Use the bioservices library to fetch the list of available organisms and retrieve genes for the first few organisms:

from bioservices import KEGG

# Initialize KEGG API
kegg_api = KEGG()

# Get the list of organisms
organisms_raw = kegg_api.list("organism")
organisms = [entry.split("\t")[1] for entry in organisms_raw.split("\n") if entry]
#['hsa', 'ptr', 'pps', 'ggo', 'pon', 'nle', 'hmh', 'mcc', 'mcf', 'mthb', 'mni', 'csab', 'caty', 'panu', 'tge', 'mleu', 'rro', 'rbb', 'tfn', 'pteh', 'cang', 'cjc', 'sbq', 'cimi', 'csyr', 'mmur', 'lcat', 'pcoq', 'oga', 'mmu', 'mcal', ... , 'loki', 'psyt', 'agw', 'arg']

# Limit the number of organisms and genes for demonstration purposes
organism_limit = 3
gene_limit = 10

# Iterate through the organisms
for organism in organisms[:organism_limit]:
    print(f"Organism: {organism}")

    # Get the list of genes for the current organism
    genes = kegg_api.list(f"{organism}").split("\n")[:gene_limit]

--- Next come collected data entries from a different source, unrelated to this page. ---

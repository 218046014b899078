import { checkForestModel } from "./check-forest-model.js";
import { compileForest, type CompiledForest } from "./compile-forest.js";
import { allocateRowBlock } from "./allocate-row-block.js";
import { chunkRows } from "./chunk-rows.js";
import { compileInputs, type InputPlan } from "./compile-inputs.js";
import { encodedLayout } from "./encoded-layout.js";
import { fillForestInput } from "./fill-forest-input.js";
import { forestKernel } from "./forest-kernel.js";
import type { ForestColumns, ForestRows } from "./forest-input.js";
import type { FeatureContract, ForestModel } from "./model-types.js";
import { ScorerError } from "./scorer-error.js";
import { VirtualSlots } from "./virtual-slots.js";

/**
 * One forest compiled for the traversal kernels, for the trainer: the leaf each
 * tree reaches and the forest's raw score (baseLogit plus the reached leaf
 * values, summed in tree order), over feature-major or row-major input in the
 * contract's terms. The scorer runs the very same kernels.
 *
 * @example
 * const evaluator = new ForestEvaluator(forest, contract);
 * const leaves = evaluator.leaves(columns); // rowCount * trees leaf numbers in [0, 2^depth)
 * const raw = evaluator.rawScores(columns); // log-odds per row
 */
export class ForestEvaluator {
  readonly forest: ForestModel;
  private readonly compiled: CompiledForest;
  private readonly plan: InputPlan;
  private readonly valueCount: Int32Array;
  private readonly chunk: number;
  private readonly block: Float64Array;
  private readonly codes: Int32Array;

  /** Checks the forest against the contract (throws a ScorerError naming every problem) and compiles it. */
  constructor(forest: ForestModel, contract: FeatureContract) {
    const issues = checkForestModel(forest, contract);
    if (issues.length > 0) throw new ScorerError("forest", issues);
    const encoding = { hashBits: 1, hashSeed: 0, hashed: [], crosses: [], numeric: [] };
    this.forest = forest;
    const virtual = VirtualSlots.plan([forest], contract);
    this.compiled = compileForest(forest, contract, virtual);
    this.plan = compileInputs(contract, encoding, encodedLayout([forest], encoding), virtual);
    this.valueCount = Int32Array.from(contract.categorical, (c) => c.values.length);
    this.chunk = chunkRows(this.plan.stride);
    this.block = allocateRowBlock(this.plan, this.chunk);
    this.codes = new Int32Array(this.chunk * this.plan.stride);
  }

  /** Row i's leaf number for tree t at out[i * trees + t]. */
  leaves(input: ForestColumns | ForestRows, out?: Int32Array): Int32Array {
    const treeCount = this.compiled.treeCount;
    const leaves = out ?? new Int32Array(input.rowCount * treeCount);
    this.check(input, leaves.length, input.rowCount * treeCount);
    for (let start = 0; start < input.rowCount; start += this.chunk) {
      const count = Math.min(this.chunk, input.rowCount - start);
      fillForestInput(this.plan, this.valueCount, input, start, count, this.block, this.codes);
      forestKernel(
        this.compiled,
        this.block,
        this.codes,
        this.plan.stride,
        count,
        leaves,
        treeCount,
        start * treeCount,
        0,
        0,
      );
    }
    return leaves;
  }

  /** baseLogit plus the reached leaf values, per row. */
  rawScores(input: ForestColumns | ForestRows, out?: Float64Array): Float64Array {
    const { treeCount, leaves: leafCount, leafValue, baseLogit } = this.compiled;
    const scores = out ?? new Float64Array(input.rowCount);
    const leaves = this.leaves(input);
    for (let i = 0; i < input.rowCount; i++) {
      let sum = baseLogit;
      for (let t = 0; t < treeCount; t++)
        sum += leafValue[t * leafCount + leaves[i * treeCount + t]];
      scores[i] = sum;
    }
    return scores;
  }

  private check(input: ForestColumns | ForestRows, outLength: number, needed: number): void {
    const plan = this.plan;
    const problems: string[] = [];
    if (outLength < needed) problems.push(`output expected ${needed} entries, found ${outLength}`);
    if ("values" in input) {
      if (input.values.length < input.rowCount * plan.featureCount) {
        problems.push(
          `values expected ${input.rowCount * plan.featureCount} entries, found ${input.values.length}`,
        );
      }
    } else {
      if (input.numeric.length !== plan.numericNames.length)
        problems.push(
          `expected ${plan.numericNames.length} numeric columns, found ${input.numeric.length}`,
        );
      if (input.categorical.length !== plan.categoricalNames.length)
        problems.push(
          `expected ${plan.categoricalNames.length} categorical columns, found ${input.categorical.length}`,
        );
      [...input.numeric, ...input.categorical].forEach((column, k) => {
        if (column.length < input.rowCount)
          problems.push(`column ${k} expected ${input.rowCount} rows, found ${column.length}`);
      });
    }
    if (problems.length > 0) {
      throw new ScorerError(
        "forest",
        problems.map((message) => ({ code: "input_shape", path: "", message })),
      );
    }
  }
}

    # Iterate through the genes and print gene identifiers
    for gene_entry in genes:
        gene_id = gene_entry.split("\t")[0]
        print(f"Gene ID: {gene_id}")

    print("\n")

#Organism: hsa
#Gene ID: hsa:102466751
#Gene ID: hsa:100302278
#Gene ID: hsa:79501
#Gene ID: hsa:112268260
#Gene ID: hsa:729759
#Gene ID: hsa:124904706
#Gene ID: hsa:105378947
#Gene ID: hsa:113219467
#Gene ID: hsa:81399
#Gene ID: hsa:148398
#...

This code will print the gene identifiers of the first 10 genes for the first 3 organisms in the KEGG database. You can modify the organism_limit and gene_limit variables to change the number of organisms and genes processed.

Remember that fetching all genes from the KEGG database might take a significant amount of time and may not be efficient. It’s usually more practical to focus on specific organisms or pathways of interest.